= Abdolnaser Derakhshan =

AbdolNasser Derakhshan is a politician, assistant professor and faculty member of Iranshahr Province University. He has a doctorate degree in industrial management from the Multimedia University of Kuala Lumpur, Malaysia. In the 11th Islamic Council elections held on March 2, 2018, he won 95,896 votes from Iranshahr, Sarbaz, Delgan, Rask, Fanuj, Bampur constituencies. Bent, Lashar, Ashar and Ahoran were elected from Sistan and Baluchestan province, and entered the parliament. In the Islamic Council, he was a member of the Industries and Mines Commission of the Islamic Council of the 11th term and the head of the parliamentary friendship group of the countries of India, Australia, New Zealand, Bangladesh and It has been Sri Lanka.

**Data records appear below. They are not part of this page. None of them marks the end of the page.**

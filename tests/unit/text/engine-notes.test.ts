/**
 * The engine's sentences are written from the figures it returns: engineering notation with SI
 * prefixes (BIPM SI Brochure, 9th ed.), the typographic minus (U+2212) for negative figures, and
 * the textbook formulas each value starts from (Sedra & Smith, Gray & Meyer).
 */
import { describe, expect, test } from 'vitest';
import type { MeasuredFacts } from '#shared/engine/option-evaluation';
import { cmrrDifferentialLimitNote, conditionLabel, operatingPointProblemText, sizingNote, tailOutputResistanceNote, wordedFacts } from '#shared/text/engine-notes';
import { makeOptionFacts } from '../../helpers/option-facts';

describe('sizing notes', () => {
  test('when the budget sets the tail current, then the note gives the share, the budget, the rail span and the reference branch', () => {
    const note = sizingNote({
      step: 'tail-current-from-budget',
      currentA: 0.00096,
      capped: false,
      capA: 0.002,
      powerUseFraction: 0.8,
      powerBudgetW: 0.036,
      railSpanV: 15,
      referenceRatio: 1,
    });
    expect(note).toBe('Tail current 960 µA: 80 % of the 36 mW budget across 15 V, shared with a reference branch of 1× the tail current.');
  });

  test('when the cap sets the tail current of a resistor tail, then the note says so and names no reference branch', () => {
    const note = sizingNote({ step: 'tail-current-from-budget', currentA: 0.002, capped: true, capA: 0.002, powerUseFraction: 0.8, powerBudgetW: 1, railSpanV: 24, referenceRatio: 0 });
    expect(note).toBe('Tail current 2 mA: capped at 2 mA.');
  });

  test('when RC is sized for a single-ended output, then the note names 2·|Ase|·VT/IC and its three values in ohms', () => {
    const note = sizingNote({ step: 'collector', formula: 'single-ended', handOhm: 8040, exactOhm: 8312, resistanceOhm: 8250, series: 'E96' });
    expect(note).toBe('RC ≈ 2·|Ase|·VT/IC = 8.04 kΩ, refined by solving the stage with the sized tail to 8.31 kΩ, snapped to 8.25 kΩ (E96).');
  });

  test('when the rails leave a hand formula no positive resistance, then the note gives the formula without a value', () => {
    const note = sizingNote({ step: 'resistor-tail', handOhm: -350, resistanceOhm: 1, series: 'E24' });
    expect(note).toBe('RT ≈ (VICM − VBE − V−)/Itail at the mid input common mode, refined by solving the stage, snapped to 1 Ω (E24).');
  });
});

describe('figures worded', () => {
  test('when a condition sits below zero, then its label carries the typographic minus', () => {
    expect(conditionLabel(-2, -20)).toBe('ICM \u22122 V, \u221220 °C');
    expect(conditionLabel(1.5, 85)).toBe('ICM 1.5 V, 85 °C');
  });

  test('when a transistor saturates, then the sentence gives VCE to the millivolt and its current-gain loss beside the limit', () => {
    expect(operatingPointProblemText({ problem: 'saturated', transistor: 'Q4', vceV: 0.2134, currentGainLossFraction: 0.2214, limitFraction: 0.05 })).toBe(
      'Q4 is saturated: VCE = 0.213 V and its current gain is 22.1 % below its forward-active value (saturated: more than 5.0 % below).',
    );
    expect(operatingPointProblemText({ problem: 'saturated', transistor: 'Q4', vceV: 0.018, currentGainLossFraction: 0.99995, limitFraction: 0.05 })).toBe(
      'Q4 is saturated: VCE = 0.018 V and its current gain is over 99.9 % below its forward-active value (saturated: more than 5.0 % below).',
    );
  });

  test('when the differential worst case is above 120 dB, then the note says plainly that only the model limits it', () => {
    const shares = { load: 0, is: 0, beta: 0, early: 100 };
    expect(cmrrDifferentialLimitNote(134.2, shares)).toContain('Limited only by the model: above 120 dB');
    expect(cmrrDifferentialLimitNote(104.2, shares)).not.toContain('Limited only by the model');
    expect(cmrrDifferentialLimitNote(null, null)).toBe('');
  });

  test('when the device has no Early voltage, then the tail Rout note says the textbook limit is unbounded', () => {
    expect(tailOutputResistanceNote(5.48e6, { valueOhm: null, formula: 'β·ro/2' })).toBe('5.48 MΩ by node analysis (textbook β·ro/2 unbounded without an Early voltage)');
    expect(tailOutputResistanceNote(5.48e6, { valueOhm: 5.29e6, formula: 'β·ro/2' })).toBe('5.48 MΩ by node analysis (textbook β·ro/2 ≈ 5.29 MΩ)');
  });

  /** Measured facts from the shared option facts (their worded ones left out). */
  function wordedInput(): MeasuredFacts {
    const { gainOverConditionsRemedy: _w, tailOutputResistanceNote: _n, operatingPointProblems: _p, cmrrDifferentialLimitNote: _l, tailCurrentWindowNote: _t, icmLowHeadroom: _lh, icmLowShortfall: _ls, icmHighHeadroom: _hh, icmHighShortfall: _hs, ...rest } = makeOptionFacts();
    return { ...rest, gainOverConditionsRemedyId: 'current-source-tail', icmLowLimitId: 'tail-compliance', icmHighLimitId: 'pair-saturation', operatingPointProblemsAt: [], cmrrDifferentialSharesPercent: null, tailCurrentWindow: null };
  }

  test('when an option\'s facts are worded, then the remedy id and the problems become words in their places and the Rout note is written from the figures', () => {
    const { gainOverConditionsRemedy: _words, tailOutputResistanceNote: _note, operatingPointProblems: _problems, cmrrDifferentialLimitNote: _limit, tailCurrentWindowNote: _window, icmLowHeadroom: _lh, icmLowShortfall: _ls, icmHighHeadroom: _hh, icmHighShortfall: _hs, ...rest } = makeOptionFacts();
    const measured: MeasuredFacts = {
      ...rest,
      gainOverConditionsRemedyId: 'current-source-tail',
      icmLowLimitId: 'tail-compliance',
      icmHighLimitId: 'pair-saturation',
      operatingPointProblemsAt: [
        { conditionLabel: 'ICM 3.5 V, 5 °C', problem: { problem: 'saturated', transistor: 'Q2', vceV: 0.0204, currentGainLossFraction: 0.9981, limitFraction: 0.05 } },
        { conditionLabel: 'ICM \u22123.2 V, 5 °C', problem: { problem: 'dead-reference' } },
      ],
      operatingPointProblemCount: 2,
      tailOutputResistanceOhm: 2.3e6,
      tailOutputResistanceClosedFormOhm: 2.5e6,
      tailOutputResistanceFormula: 'ro·(1 + gm·(RE ∥ rπ))',
      cmrrDifferentialSharesPercent: { load: 12.4, is: 6.1, beta: 0.6, early: 80.9 },
      tailCurrentWindow: {
        window: {
          bounds: [
            { requirement: 'noise', side: 'lower', currentA: 9.03e-6, basis: 'solved' },
            { requirement: 'input-bias-current', side: 'upper', currentA: 538e-6, basis: 'hand' },
          ],
          lower: { requirement: 'noise', side: 'lower', currentA: 9.03e-6, basis: 'solved' },
          upper: { requirement: 'input-bias-current', side: 'upper', currentA: 538e-6, basis: 'hand' },
          empty: false,
        },
        pick: { currentA: 431e-6, setBy: 'input-bias-current' },
      },
    };
    const facts = wordedFacts(measured);
    expect(facts.tailCurrentWindowNote).toBe(
      'Tail current 431 µA, set by the input bias-current limit, inside the window the targets allow (≥ 9.03 µA for the noise limit (hand formula scaled to the solved circuit); ≤ 538 µA for the input bias-current limit (hand formula)).',
    );
    expect(facts.cmrrDifferentialLimitNote).toBe('Shares of the worst-case common-mode gain by mismatch: Early voltage 81 %, load resistors 12 %, VBE 6 %, beta 1 %.');
    expect(facts.gainOverConditionsRemedy).toBe('a current-source tail instead of the resistor (the tail current then stops following the input common mode)');
    expect(facts.tailOutputResistanceNote).toBe('2.3 MΩ by node analysis (textbook ro·(1 + gm·(RE ∥ rπ)) ≈ 2.5 MΩ)');
    expect(facts.operatingPointProblems).toEqual([
      'ICM 3.5 V, 5 °C: Q2 is saturated: VCE = 0.020 V and its current gain is 99.8 % below its forward-active value (saturated: more than 5.0 % below).',
      'ICM \u22123.2 V, 5 °C: The reference branch carries no current: the rails are too close for this tail.',
    ]);
    expect('gainOverConditionsRemedyId' in facts).toBe(false);
    const worded: Record<string, string[]> = {
      gainOverConditionsRemedyId: ['gainOverConditionsRemedy'],
      icmLowLimitId: ['icmLowHeadroom', 'icmLowShortfall'],
      icmHighLimitId: ['icmHighHeadroom', 'icmHighShortfall'],
      operatingPointProblemsAt: ['operatingPointProblems'],
      cmrrDifferentialSharesPercent: ['cmrrDifferentialLimitNote'],
      tailCurrentWindow: ['tailCurrentWindowNote'],
    };
    const measuredKeys = Object.keys(measured).flatMap((key) => worded[key] ?? [key]);
    expect(Object.keys(facts)).toEqual([...measuredKeys, 'tailOutputResistanceNote']);
  });

  test('when an end of the input common-mode range is worded, then an NPN stage’s low end is the tail’s compliance towards the negative rail and a PNP stage’s the pair’s saturation (the mirror image)', () => {
    const npn = wordedFacts(wordedInput());
    expect([npn.icmLowHeadroom, npn.icmLowShortfall]).toEqual(["the tail source's compliance headroom", 'the tail node sits too close to the negative rail']);
    expect([npn.icmHighHeadroom, npn.icmHighShortfall]).toEqual(["the pair's collector headroom with the output swing's negative peak", 'the pair saturates']);
    const pnp = wordedFacts({ ...wordedInput(), icmLowLimitId: 'pair-saturation', icmHighLimitId: 'tail-compliance' });
    expect([pnp.icmLowHeadroom, pnp.icmLowShortfall]).toEqual(["the pair's collector headroom with the output swing's positive peak", 'the pair saturates']);
    expect([pnp.icmHighHeadroom, pnp.icmHighShortfall]).toEqual(["the tail source's compliance headroom", 'the tail node sits too close to the positive rail']);
  });

  test('when the targets collide, then the window note names both requirements and their currents; without a window, what set the current', () => {
    const collide = wordedFacts({
      ...wordedInput(),
      tailCurrentWindow: {
        window: {
          bounds: [
            { requirement: 'slew-rate', side: 'lower', currentA: 1.2e-3, basis: 'solved' },
            { requirement: 'input-bias-current', side: 'upper', currentA: 400e-6, basis: 'solved' },
          ],
          lower: { requirement: 'slew-rate', side: 'lower', currentA: 1.2e-3, basis: 'solved' },
          upper: { requirement: 'input-bias-current', side: 'upper', currentA: 400e-6, basis: 'solved' },
          empty: true,
        },
        pick: { currentA: 400e-6, setBy: 'input-bias-current' },
      },
    }).tailCurrentWindowNote;
    expect(collide).toContain('No tail current meets every target: the slew-rate target needs 1.2 mA or more, the input bias-current limit allows 400 µA at most');
    expect(collide).toContain('sized at 400 µA, the ceiling');
    expect(wordedFacts({ ...wordedInput(), tailCurrentWindow: null }).tailCurrentWindowNote).toContain('No target bounds the tail current');
  });
});
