"""Energy (first law) and entropy (second law) audits of a transient, from its waveforms alone.

Both audits read only named waveforms (signal → array on the time grid), so a test can feed
them a doctored waveform and see them fail. Each waveform may come in two versions at the
grid points: the value just after (`right`) and just before (`left`) a source corner; step
integrals use the right value at the start of a step and the left value at its end.
"""
from __future__ import annotations

from dataclasses import dataclass

import numpy as np

from netgen.model.design import Design
from netgen.solve import produced

DEFAULT_ENERGY_TOL = 0.005  # LANGUAGE.md: `audit energy` default 0.5 %
TEMPERATURE_FLOOR = 1e-3  # K, the transient's absolute error floor for temperatures (solve/transient.py ATOL)
ENTROPY_TOL = produced.ENTROPY_TOL  # a negative production within this share of the entropy flows is integration error


@dataclass
class AuditResult:
    kind: str
    passed: bool
    measured: float  # energy: relative imbalance; entropy: worst normalised production rate
    limit: float
    detail: str
    worst_time: float | None = None


def _terms(d: Design, role: str) -> list:
    return [term for e in d.elements for term in e.energy() if term.role == role]


def energy_signals(d: Design) -> dict[str, list[str]]:
    """The signals each energy term needs (each element kind names its own terms)."""
    return {role: [term.signal for term in _terms(d, role)] for role in ("supplied", "lost", "stored")}


def entropy_signals(d: Design) -> list[str]:
    return produced.entropy_inputs(d)


def inflow(node: str) -> str:
    """The waveform name of the heat flowing into a mass (C·dT/dt, from the solver's rates)."""
    return f"heat into {node}"


def energy_audit(d: Design, t: np.ndarray, right: dict, left: dict, tol: float | None = None) -> AuditResult:
    """First law: energy supplied = stored + dissipated, over the whole transient, judged against
    the sum of all terms and against each mass's own throughput (∫|C·dT/dt|, the heat into it
    from the system's equations), so an error in one small body cannot hide among large flows."""
    tol = DEFAULT_ENERGY_TOL if tol is None else tol
    step = produced.step_integral
    supplied_terms = {term.signal: term.sign * float(np.sum(step(t, right[term.signal], left[term.signal])))
                      for term in _terms(d, "supplied")}
    lost_terms = {term.signal: float(np.sum(step(t, right[term.signal], left[term.signal])))
                  for term in _terms(d, "lost")}
    stored_terms = {}
    throughs: dict[str, float] = {}
    for n in d.nodes.values():
        if n.capacity is not None:
            T = right[f"T({n.name})"]
            change = n.capacity * float(T[-1] - T[0])
            stored_terms[f"T({n.name})"] = change
            key = inflow(n.name)
            if key in right:
                q = step(t, right[key], left[key])
                # A mass that barely moves is judged against at least the solver's temperature floor.
                through = max(float(np.sum(np.abs(q))), abs(change), n.capacity * TEMPERATURE_FLOOR)
                throughs[n.name] = (through, abs(change - float(np.sum(q))))
    for term in _terms(d, "stored"):
        v = right[term.signal]
        stored_terms[term.signal] = 0.5 * term.k * float(v[-1] ** 2 - v[0] ** 2)
    supplied = sum(supplied_terms.values())
    stored = sum(stored_terms.values())
    lost = sum(lost_terms.values())
    scale = sum(abs(v) for v in (*supplied_terms.values(), *stored_terms.values(), *lost_terms.values()))
    imbalance = supplied - stored - lost
    rel = abs(imbalance) / scale if scale > 0 else 0.0
    detail = (f"supplied {supplied:.6g} J, stored {stored:.6g} J, dissipated {lost:.6g} J, "
              f"imbalance {imbalance:.3g} J, {100 * rel:.3g} % of all terms")
    # A mass is blamed when both its own balance and the whole run's imbalance are large
    # against the heat through it: a wrong energy in one body shows in both, while the solver's
    # error in a small, fast body shows only in its own and the quadrature of large supplies
    # only in the whole run's.
    worst_mass, worst_rel = None, 0.0
    for name, (through, own) in throughs.items():
        share = min(own, abs(imbalance)) / through
        if worst_mass is None or share > worst_rel:
            worst_mass, worst_rel = name, share
    if worst_mass is not None:
        detail += f"; {100 * worst_rel:.3g} % of the heat through mass `{worst_mass}`"
    measured = max(rel, worst_rel)
    return AuditResult("energy", measured <= tol, measured, tol, detail)


def entropy_audit(d: Design, t: np.ndarray, right: dict, left: dict) -> AuditResult:
    """Second law: the entropy the design produces (produced.py: the masses, the heat reservoirs
    and heat inputs bring in, and the electrical dissipation that lands in no thermal node),
    step by step, is never negative."""
    if len(t) < 2:
        return AuditResult("entropy", True, 0.0, -ENTROPY_TOL, "no steps")
    h = np.diff(t)
    made, flows = produced.entropy_steps(d, t, right, left)
    # A corner stored twice is a step of zero length: nothing is produced across it.
    keep = h > 0
    made, flows, h, starts = made[keep], flows[keep], h[keep], t[:-1][keep]
    ends = t[1:][keep]
    rate = made / h
    # Near equilibrium both the production and the flows vanish: judge a step against at least
    # a thousandth of the run's largest entropy flow, so round-off there is not a violation.
    norm = produced.noise(made, flows, h)
    k = int(np.argmin(norm))
    worst = float(norm[k])
    total = float(np.sum(made))
    ok = worst >= -ENTROPY_TOL and total >= 0
    detail = (f"total production {total:.6g} J/K; lowest rate {rate[k]:.3g} W/K "
              f"({worst:.2e} of the entropy flows) at t = {starts[k]:.6g} s .. {ends[k]:.6g} s")
    return AuditResult("entropy", ok, worst, -ENTROPY_TOL, detail, worst_time=float(starts[k]))


def needed_signals(d: Design) -> list[str]:
    sig = energy_signals(d)
    out = sig["supplied"] + sig["lost"] + entropy_signals(d)
    out += [f"T({n.name})" for n in d.nodes.values() if n.capacity is not None]
    return list(dict.fromkeys(out + sig["stored"]))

== Supreme Council of Marine Industries ==
Derakhshan was elected as a supervisor in the Supreme Council of Marine Industries on 23 August 1401 with 114 votes out of 143 votes of the 11th parliament.

== Parliamentarian in the field of government supervision ==
Asar Majlis, in an investigation of the supervisory field of the representatives, pointed out in a tweet that five representatives were more active than other representatives in the 11th term, and by asking dozens of questions to the government ministers, they brought them to the parliament. These five representatives are, in order, the first person, Abdul Nasser Derakhshan, the representative of Iranshahr, the second person, Jalil Mukhtar, the representative of Abadan, the third person, Gholam Ali Kohsari, the representative of Azadshahr, Ramian, the fourth person, Seyed Mohammad Molavi, the representative of Abadan, the fifth person, Jalal Mahmoodzadeh, the representative of Mahabad.